На улице хлестал дождь. Володя, по счастью, был на машине. Для него не пить в гостях было куда меньшей жертвой, чем добираться домой гортранспортом или голосовать у края мостовой. В машине скоро стало тепло, стучавший по крыше дождь и стекавшие по стеклам потоки воды лишь подчеркивали комфорт внутри.
— Я тебе подарок приготовил. Надо только научить с ним управляться.
Знакомым Маше жестом циркового фокусника Володя вытащил откуда-то коробочку. Она онемела — мобильный телефон!
— Я подумал, мало ли что… Полезная вещь, особенно в теперешних твоих обстоятельствах. О деньгах не беспокойся, я за твоим счетом буду следить.
Честно говоря, Маша очень обрадовалась. Конечно, удобно. А какое славное приобретение для ее сумочки. Но вот что интересно. Она понимала, что Володин жест искренен, но как он был горд, вот-вот лопнет от распиравшего его собственного благородства. «Подло, наверное, так думать, но ведь он не для меня, для себя это сделал».
Она поцеловала Володю. Старается, ведь это вопрос не только денег, надо придумать и захотеть. Красиво… Но почему она вспоминает о Володе, когда он звонит или рядом, а в остальное время его как бы и нет, он не прирос к ней, не стал ее частью. Она ясно понимает, что, исчезни Володя из ее жизни, пропадет какая-то краска, не сможет она себе позволять ставших уже привычными мелких излишеств. И все. Маша не тяготилась этими отношениями, но вновь и вновь в своих не по возрасту наивных полуночных мечтаниях грезила если не о прекрасном принце, то во всяком случае о сильном чувстве. «Я еще могу, я хочу подчинить всю себя, всю свою жизнь ожиданию телефонного звонка или поворота ключа в замке. А потом, чтобы ничего не надо было объяснять, чтобы все остальные люди вокруг существовали как статисты, необходимые для течения жизни своим чередом». С Володей ничего похожего не получалось вовсе не потому, что он был женат, — какая-то нужная пружина не срабатывала. Прямодушная Надюша и здесь была права: «Ты радуйся, что не любишь его, что в плен к нему не попала, от жены он ни при какой погоде не ушел бы. А что бабье твое нутро по страсти плачет — тоже понятно».

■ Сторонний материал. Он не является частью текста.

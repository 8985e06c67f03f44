import { requirePageRole } from '@/lib/auth/guard';
import { listAudit } from '@/lib/admin';
import { formatDateTime } from '@/lib/format';

export const metadata = { title: 'Audit log' };

export default async function AuditPage() {
  await requirePageRole('/admin/audit', 'admin');
  const events = await listAudit();
  return (
    <div className="space-y-6">
      <h1>Audit log</h1>
      <section className="card overflow-x-auto">
        <table className="table">
          <thead><tr><th>When</th><th>Who</th><th>Action</th><th>Subject</th><th>Details</th></tr></thead>
          <tbody>
            {events.map((e) => (
              <tr key={e.id}>
                <td className="whitespace-nowrap">{formatDateTime(e.createdAt)}</td>
                <td>{e.actor}</td>
                <td className="font-mono text-xs">{e.action}</td>
                <td>{e.subject}</td>
                <td className="font-mono text-xs">{JSON.stringify(e.details)}</td>
              </tr>
            ))}
          </tbody>
        </table>
      </section>
    </div>
  );
}
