export function StandingsTable({ seasonSlug, classSlug, initial, initialKey }: { seasonSlug: string; classSlug: string; initial: StandingsPage; initialKey: string }) {
  const [urlState, setUrlState] = useQueryStates(URL_STATE, { history: 'push', scroll: false, shallow: true });
  const search = new URLSearchParams(Object.entries(urlState).filter((e): e is [string, string] => e[1] != null)).toString();
  const query: StandingsQuery = useMemo(() => {
    try {
      return parseStandingsQuery(new URLSearchParams(search));
    } catch {
      return DEFAULT_QUERY;
    }
  }, [search]);
  const api = `/api/v1/seasons/${seasonSlug}/classes/${classSlug}/standings`;
  const [qText, setQText] = useState(query.q ?? '');
  const [older, setOlder] = useState<Record<number, OlderRun[] | 'loading' | string>>({});
  const [copied, setCopied] = useState(false);
  const key = standingsSearchParams(query).toString();

  const { data, error, loading } = useJsonRead<StandingsPage>(`${api}?${key}`, initial, `${api}?${initialKey}`);

  const navigate = useCallback(
    (patch: Partial<StandingsQuery>) => {
      const next = { ...query, ...patch };
      const qs = standingsSearchParams(next);
      void setUrlState(Object.fromEntries(URL_KEYS.map((k) => [k, qs.get(k)])));
    },
    [query, setUrlState],
  );

  // Search as you type, a moment after the last key.
  const typing = useRef<ReturnType<typeof setTimeout> | null>(null);
  const onSearch = (text: string) => {
    setQText(text);
    if (typing.current) clearTimeout(typing.current);
    typing.current = setTimeout(() => navigate({ q: text.trim() || undefined, page: 1 }), 350);
  };
  useEffect(() => setQText(query.q ?? ''), [query.q]);

  const toggleOlder = async (row: StandingsRow) => {
    if (older[row.entry_id]) {
      setOlder(({ [row.entry_id]: _, ...rest }) => rest);
      return;
    }
    setOlder((o) => ({ ...o, [row.entry_id]: 'loading' }));
    try {
      const res = await fetch(`/api/v1/seasons/${seasonSlug}/classes/${classSlug}/entrants/${row.entrant_id}/entries`);
      const body = await res.json();
      if (!res.ok) throw new Error(body.error);
      setOlder((o) => ({ ...o, [row.entry_id]: (body.entries as OlderRun[]).filter((e) => e.entry_id !== row.entry_id) }));
    } catch (err) {
      setOlder((o) => ({ ...o, [row.entry_id]: err instanceof Error ? err.message : 'Could not load the other prints.' }));
    }
  };

  const columns = useMemo(
    () => [
      col.accessor('rank', { header: 'Rank', cell: (c) => <span className="num font-semibold">{c.getValue()}</span> }),
      col.accessor('entrant', {
        header: 'Entrant',
        cell: (c) => (
          <div>
            <Link href={`/entrants/${c.row.original.entrant_id}`}>{c.getValue()}</Link>
            {c.row.original.verified_entries > 1 && (
              <button type="button" className="ml-2 text-xs text-ink-600 underline" aria-expanded={!!older[c.row.original.entry_id]} onClick={() => toggleOlder(c.row.original)}>
                {older[c.row.original.entry_id] ? 'hide' : `${c.row.original.verified_entries - 1} more print${c.row.original.verified_entries > 2 ? 's' : ''}`}
              </button>
            )}
          </div>
        ),
      }),
      col.accessor('time_ms', { header: 'Time', cell: (c) => <Link className="num font-semibold" href={`/entries/${c.row.original.entry_id}`}>{formatDurationMs(c.getValue())}</Link> }),
      col.accessor('over_estimate_percent', {
        header: () => (
          <span title={OVER_ESTIMATE_EXPLANATION} className="cursor-help underline decoration-dotted underline-offset-2">
            {OVER_ESTIMATE_LABEL}
            <span className="sr-only">: {OVER_ESTIMATE_EXPLANATION}</span>
          </span>
        ),
        enableSorting: false,
        cell: (c) => <span className="num" title={c.row.original.estimated_time_s != null ? `Estimate ${formatDurationMs(c.row.original.estimated_time_s * 1000)}` : 'No finished inspection'}>{formatOverEstimate(c.getValue())}</span>,
      }),
      col.accessor('machine', { header: 'Machine', cell: (c) => <Link href={`/machines/${c.row.original.machine_id}`}>{c.getValue()}</Link> }),
      col.accessor('motion', { header: 'Motion', enableSorting: false, cell: (c) => motionLabel(c.getValue()) }),
      col.accessor('material', { header: 'Material', enableSorting: false, cell: (c) => materialLabel(c.getValue()) }),
      col.accessor('nozzle_mm', { header: 'Nozzle (mm)', cell: (c) => <span className="num">{formatNumber(c.getValue(), 2)}</span> }),
      col.accessor('peak_flow_mm3s', { header: 'Peak flow (mm³/s)', cell: (c) => <span className="num">{formatNumber(c.getValue(), 1)}</span> }),
      col.accessor('p95_flow_mm3s', { header: 'P95 flow (mm³/s)', cell: (c) => <span className="num">{formatNumber(c.getValue(), 1)}</span> }),
      col.accessor('layer_height_mm', { header: 'Layer (mm)', cell: (c) => <span className="num">{formatNumber(c.getValue(), 2)}</span> }),
      col.accessor('date', { header: 'Submitted', cell: (c) => formatDate(c.getValue()) }),
    ],
    // eslint-disable-next-line react-hooks/exhaustive-deps
    [older],
  );

  const sorting: SortingState = query.sort === 'rank' && !query.desc ? [] : [{ id: COLUMN_OF_SORT[query.sort], desc: query.desc }];
  const table = useReactTable({
    data: data.rows,
    columns,
    getCoreRowModel: getCoreRowModel(),
    getRowId: (r) => String(r.entry_id),
    manualSorting: true,
    manualPagination: true,
    manualFiltering: true,
    enableMultiSort: false,
    pageCount: data.pages,
    rowCount: data.total,
    state: { sorting, pagination: { pageIndex: query.page - 1, pageSize: query.perPage } },
    onSortingChange: (updater) => {
      const next = typeof updater === 'function' ? updater(sorting) : updater;
      const s = next[0];
      navigate({ sort: s ? SORTABLE[s.id].key : 'rank', desc: s ? s.desc : false, page: 1 });
    },
    onPaginationChange: (updater) => {
      const next = typeof updater === 'function' ? updater({ pageIndex: query.page - 1, pageSize: query.perPage }) : updater;
      navigate({ page: next.pageIndex + 1, perPage: next.pageSize });
    },
  });
  const sortableIds = new Set(Object.keys(SORTABLE));

  const csvHref = `${api}?${standingsSearchParams(query, { format: 'csv', withPaging: false }).toString()}`;

  return (
    <section aria-label="Standings" className="space-y-4">
      <form className="card flex flex-wrap items-end gap-4" role="search" onSubmit={(e) => { e.preventDefault(); navigate({ q: qText.trim() || undefined, page: 1 }); }}>
        <div>
          <label className="label" htmlFor="f-material">Material</label>
          <select id="f-material" className="input" value={query.material ?? ''} onChange={(e) => navigate({ material: (e.target.value || undefined) as StandingsQuery['material'], page: 1 })}>
            <option value="">All materials</option>
            {MATERIAL_FAMILIES.map((m) => <option key={m} value={m}>{materialLabel(m)}</option>)}
          </select>
        </div>
        <div>
          <label className="label" htmlFor="f-motion">Motion system</label>
          <select id="f-motion" className="input" value={query.motion ?? ''} onChange={(e) => navigate({ motion: (e.target.value || undefined) as StandingsQuery['motion'], page: 1 })}>
            <option value="">All motion systems</option>
            {MOTION_SYSTEMS.map((m) => <option key={m} value={m}>{motionLabel(m)}</option>)}
          </select>
        </div>
        <div className="min-w-48 flex-1">
          <label className="label" htmlFor="f-q">Machine name</label>
          <input id="f-q" className="input" type="search" maxLength={Q_MAX_LENGTH} placeholder="Search machines" value={qText} onChange={(e) => onSearch(e.target.value)} />
        </div>
        <div className="flex gap-2">
          <a className="btn-quiet" href={csvHref} download data-testid="csv-link">Download CSV</a>
          <button type="button" className="btn-quiet" onClick={() => {
              const href = window.location.href;
              // The clipboard API needs a secure context; elsewhere show the link to copy by hand.
              if (navigator.clipboard) navigator.clipboard.writeText(href).then(() => setCopied(true), () => window.prompt('Copy this link:', href));
              else window.prompt('Copy this link:', href);
            }}>
            {copied ? 'Link copied' : 'Copy link to this view'}
          </button>
        </div>
      </form>

      {error && <p role="alert" className="field-error">{error}</p>}
      <div className="card overflow-x-auto p-0" aria-busy={loading}>
        <table className="table" data-testid="standings-table">
          <thead>
            {table.getHeaderGroups().map((hg) => (
              <tr key={hg.id}>
                {hg.headers.map((h) => {
                  const sortable = sortableIds.has(h.column.id) && h.column.getCanSort();
                  const dir = h.column.getIsSorted() || (h.column.id === 'rank' && !sorting.length ? 'asc' : false);
                  return (
                    <th key={h.id} scope="col" className={PHONE_HIDDEN.has(h.column.id) ? 'hidden sm:table-cell' : undefined} aria-sort={dir === 'asc' ? 'ascending' : dir === 'desc' ? 'descending' : undefined}>
                      {sortable ? (
                        <button
                          type="button"
                          className="inline-flex items-center gap-1 font-semibold text-ink-700 hover:text-ember-700"
                          onClick={() => {
                            const spec = SORTABLE[h.column.id];
                            const cur = h.column.getIsSorted();
                            const desc = cur ? cur === 'asc' : !!spec.descFirst;
                            table.setSorting(h.column.id === 'rank' && !desc ? [] : [{ id: h.column.id, desc }]);
                          }}
                        >
                          {flexRender(h.column.columnDef.header, h.getContext())}
                          <span aria-hidden="true" className="text-xs">{dir === 'asc' ? '▲' : dir === 'desc' ? '▼' : '↕'}</span>
                        </button>
                      ) : (
                        flexRender(h.column.columnDef.header, h.getContext())
                      )}
                    </th>
                  );
                })}
              </tr>
            ))}
          </thead>
          <tbody className={loading ? 'opacity-50' : ''}>
            {table.getRowModel().rows.map((row) => {
              const prints = older[row.original.entry_id];
              return (
                <Fragment key={row.id}>
                  <tr data-testid="standings-row" data-entry={row.original.entry_id}>
                    {row.getVisibleCells().map((cell) => <td key={cell.id} className={PHONE_HIDDEN.has(cell.column.id) ? 'hidden sm:table-cell' : undefined}>{flexRender(cell.column.columnDef.cell, cell.getContext())}</td>)}
                  </tr>
                  {prints && (
                    <tr className="bg-ink-50">
                      <td />
                      <td colSpan={columns.length - 1}>
                        {prints === 'loading' ? 'Loading other prints…' : typeof prints === 'string' ? <span className="field-error">{prints}</span> : (
                          <ul className="space-y-1 text-sm" aria-label={`Other prints of ${row.original.entrant}`}>
                            {prints.map((r) => (
                              <li key={r.entry_id}>
                                <Link href={`/entries/${r.entry_id}`} className="num">{formatDurationMs(r.time_ms)}</Link> · {r.machine} · {materialLabel(r.material)} · peak {formatNumber(r.peak_flow_mm3s, 1)} mm³/s · {formatDate(r.date)}
                              </li>
                            ))}
                          </ul>
                        )}
                      </td>
                    </tr>
                  )}
                </Fragment>
              );
            })}
            {!data.rows.length && (
              <tr><td colSpan={columns.length} className="py-6 text-center text-ink-600">{query.page > Math.max(1, data.pages) ? 'This page is past the last one: go to the last page.' : 'No verified entry matches this view.'}</td></tr>
            )}
          </tbody>
        </table>
      </div>

      <nav aria-label="Pages" className="flex flex-wrap items-center gap-3">
        <button type="button" className="btn-quiet" onClick={() => table.previousPage()} disabled={!table.getCanPreviousPage()}>Previous page</button>
        <span data-testid="page-status" className="text-sm text-ink-700">
          {formatPageStatus(query.page, data.pages, data.total)}
        </span>
        <button type="button" className="btn-quiet" onClick={() => table.nextPage()} disabled={!table.getCanNextPage()}>Next page</button>
        {query.page > Math.max(1, data.pages) && (
          <button type="button" className="btn-quiet" onClick={() => table.setPageIndex(Math.max(1, data.pages) - 1)}>Go to the last page</button>
        )}
        <label className="ml-auto flex items-center gap-2 text-sm text-ink-700">
          Rows per page
          <select className="input w-auto" value={query.perPage} onChange={(e) => table.setPagination({ pageIndex: 0, pageSize: Number(e.target.value) })}>
            {PER_PAGE_CHOICES.map((n) => <option key={n} value={n}>{n}</option>)}
          </select>
        </label>
      </nav>
    </section>
  );
}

По случаю субботы улицы были пусты, и до Машиного дома они долетели минут за десять.
— Я сегодня не тороплюсь. У меня допоздна заседание совета директоров. Отчеты всякие, потом тайное голосование, счетная комиссия. Ну а по окончании, разумеется, банкет.
— Стало быть, Митя в качестве «полка прикрытия» сегодня не понадобится. Как он, кстати? Сто лет ни слуху ни духу.
— Нормально. Слушай, как хорошо, что ты о нем заговорила. А то я все забываю передать. Он сам тебе навязываться стесняется. Но уже давно просил сказать, чтобы ты помнила, что он все-таки врач. Там лекарства какие, уколы, мало ли что.
Маша не видела Митю уже полгода, с того самого кофепития на Тверской. Но часто вспоминала странную встречу, нелепый разговор и почему-то Митин шарф в турецких огурцах. Перед отпуском она бродила по рынку в поисках необходимого, по Надиным словам, вечернего туалета и вдруг увидела длинную юбку с таким же рисунком. Надюша была в восторге: «В Турцию в турецких огурцах! Молодец!» А Маше, по правде говоря, это даже в голову не пришло — она просто захотела иметь ее как память о том дне и сама себе удивилась.